The following procedure should be followed to read the TUSB320 I2C registers:

  1. The controller initiates a read operation by generating a start condition (S), followed by the TUSB320 7-bit address and a one-value R/W bit to indicate a read cycle
  2. The TUSB320 device acknowledges the address cycle
  3. The TUSB320 device transmits the contents of the memory registers MSB-first starting at register 00h or last read sub-address+1. If a write to the T I2C register occurred prior to the read, then the TUSB320 device starts at the sub-address specified in the write.
  4. The TUSB320 device waits for either an acknowledge (ACK) or a not-acknowledge (NACK) from the controller after each byte transfer; the I2C controller acknowledges reception of each data byte transfer
  5. If an ACK is received, the TUSB320 device transmits the next byte of data
  6. The controller terminates the read operation by generating a stop condition (P)

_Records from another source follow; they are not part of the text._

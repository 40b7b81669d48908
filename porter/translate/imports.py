"""Import edits after a rewrite: add `import polars as pl` once, drop pandas imports nobody uses."""

from __future__ import annotations

import ast

import libcst as cst

from porter.analysis.imports import ImportFacts
from porter.rules.datetimes import (
    GUESS_DAYFIRST_DEFINITION, GUESS_DAYFIRST_FUNCTION, GUESS_DEFINITION, GUESS_FUNCTION,
    stamp_parts,
)
from porter.rules.handover import TEXT_DEFINITION, TEXT_FUNCTION
from porter.translate.handover import VALUES_DEFINITION, VALUES_FUNCTION
from porter.rules.elementwise import DISTINCT_DEFINITION, DISTINCT_FUNCTION
from porter.rules.legacy import (APPEND_DEFINITION, APPEND_FUNCTION, READ_CSV_DEFINITION,
                                 READ_CSV_FUNCTION)
from porter.rules.strings import (
    TITLE_DEFINITION, TITLE_FUNCTION, UPPER_DEFINITION, UPPER_FUNCTION, WHITESPACE_CONSTANT,
    WHITESPACE_DEFINITION,
)
from porter.rules.selection import (
    LABEL_ROWS_DEFINITION, LABEL_ROWS_FUNCTION, LEVEL_ROWS_DEFINITION, LEVEL_ROWS_FUNCTION,
    ROW_SUM_DEFINITION, ROW_SUM_FUNCTION,
    DTYPE_PROBE_CONSTANT, DTYPE_PROBE_DEFINITION, DTYPES_TEXT_DEFINITION, DTYPES_TEXT_FUNCTION,
)
from porter.rules.groupby import (
    GROUP_MEAN_DEFINITION, GROUP_MEAN_FUNCTION, GROUP_QUANTILE_DEFINITION, GROUP_QUANTILE_FUNCTION,
    GROUP_SKEW_DEFINITION, GROUP_SKEW_FUNCTION,
    GROUP_SUM_DEFINITION, GROUP_SUM_FUNCTION,
    GROUP_SUM_OVER_DEFINITION, GROUP_SUM_OVER_FUNCTION,
    GROUP_SUMS_DEFINITION, GROUP_SUMS_FUNCTION,
    MEAN_DEFINITION, MEAN_FUNCTION, TEXT_ARRAY_DEFINITION, TEXT_ARRAY_FUNCTION,
    TOTAL_DEFINITION, TOTAL_EXPR_DEFINITION, TOTAL_EXPR_FUNCTION, TOTAL_FUNCTION,
    TEXT_VALUES_DEFINITION, TEXT_VALUES_FUNCTION,
)
from porter.rules.totals import REDUCE_DEFINITION, REDUCE_FUNCTION
from porter.rules.assign import ALIGNED_DEFINITION, ALIGNED_FUNCTION
from porter.rules.io_options import (
    CATEGORY_COUNTS_DEFINITION, CATEGORY_COUNTS_FUNCTION,
    CSV_DATETIMES_CONSTANT, CSV_DATETIMES_DEFINITION, CSV_DURATIONS_CONSTANT, CSV_LISTS_CONSTANT,
    CSV_LISTS_DEFINITION, CSV_NUMBER_LISTS_CONSTANT, CSV_NUMBER_LISTS_DEFINITION,
    CSV_ZONED_DATETIMES_CONSTANT, CSV_ZONED_DATETIMES_DEFINITION,
    CSV_DURATIONS_DEFINITION, CSV_FLOATS_CONSTANT, CSV_FLOATS_DEFINITION, CSV_INTS_CONSTANT,
    CSV_INTS_DEFINITION,
    DIVIDE_DEFINITION, DIVIDE_FUNCTION, FLOAT_DIVMOD_DEFINITION, FLOAT_DIVMOD_FUNCTION,
    COUNT_MARGINS_DEFINITION, COUNT_MARGINS_FUNCTION, DATES_AS_TEXT_DEFINITION,
    DATES_AS_TEXT_FUNCTION, MARGINS_DEFINITION, MARGINS_FUNCTION, NA_CONSTANT, PANDAS_NA_TOKENS,
    PERCENTILES_DEFINITION, PERCENTILES_FUNCTION, QCUT_NUMBERS_DEFINITION, QCUT_NUMBERS_FUNCTION,
    QUANTILE_DEFINITION, QUANTILE_FUNCTION,
    ROW_DEFINITION,
    ROW_FUNCTION, SORT_DEFINITION, SORT_FUNCTION,
    UNSTACKED_DEFINITION, UNSTACKED_FUNCTION,
)


class _NameUses(cst.CSTVisitor):
    """Names read anywhere outside import statements."""

    def __init__(self) -> None:
        self.names: set[str] = set()

    def visit_Import(self, node: cst.Import) -> bool:
        return False

    def visit_ImportFrom(self, node: cst.ImportFrom) -> bool:
        return False

    def visit_Attribute(self, node: cst.Attribute) -> bool:
        node.value.visit(self)
        return False

    def visit_Arg(self, node: cst.Arg) -> bool:
        node.value.visit(self)
        return False

    def visit_Name(self, node: cst.Name) -> None:
        self.names.add(node.value)


def names_used(module: cst.Module) -> set[str]:
    visitor = _NameUses()
    module.visit(visitor)
    return visitor.names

The following procedure should be followed for setting a starting sub-address for I2C reads:

  1. The controller initiates a write operation by generating a start condition (S), followed by the TUSB320 7-bit address and a zero-value R/W bit to indicate a read cycle
  2. The TUSB320 device acknowledges the address cycle
  3. The controller presents the sub-address (I2C register within the TUSB320 device) to be read, consisting of one byte of data, MSB-first
  4. The TUSB320 device acknowledges the sub-address cycle
  5. The controller terminates the read operation by generating a stop condition (P)
Note:

If no sub-addressing is included for the read procedure, then the reads start at register offset 00h and continue byte-by-byte through the registers until the I2C controller terminates the read operation. If a I2C address write occurred prior to the read, then the reads start at the sub-address specified by the address write.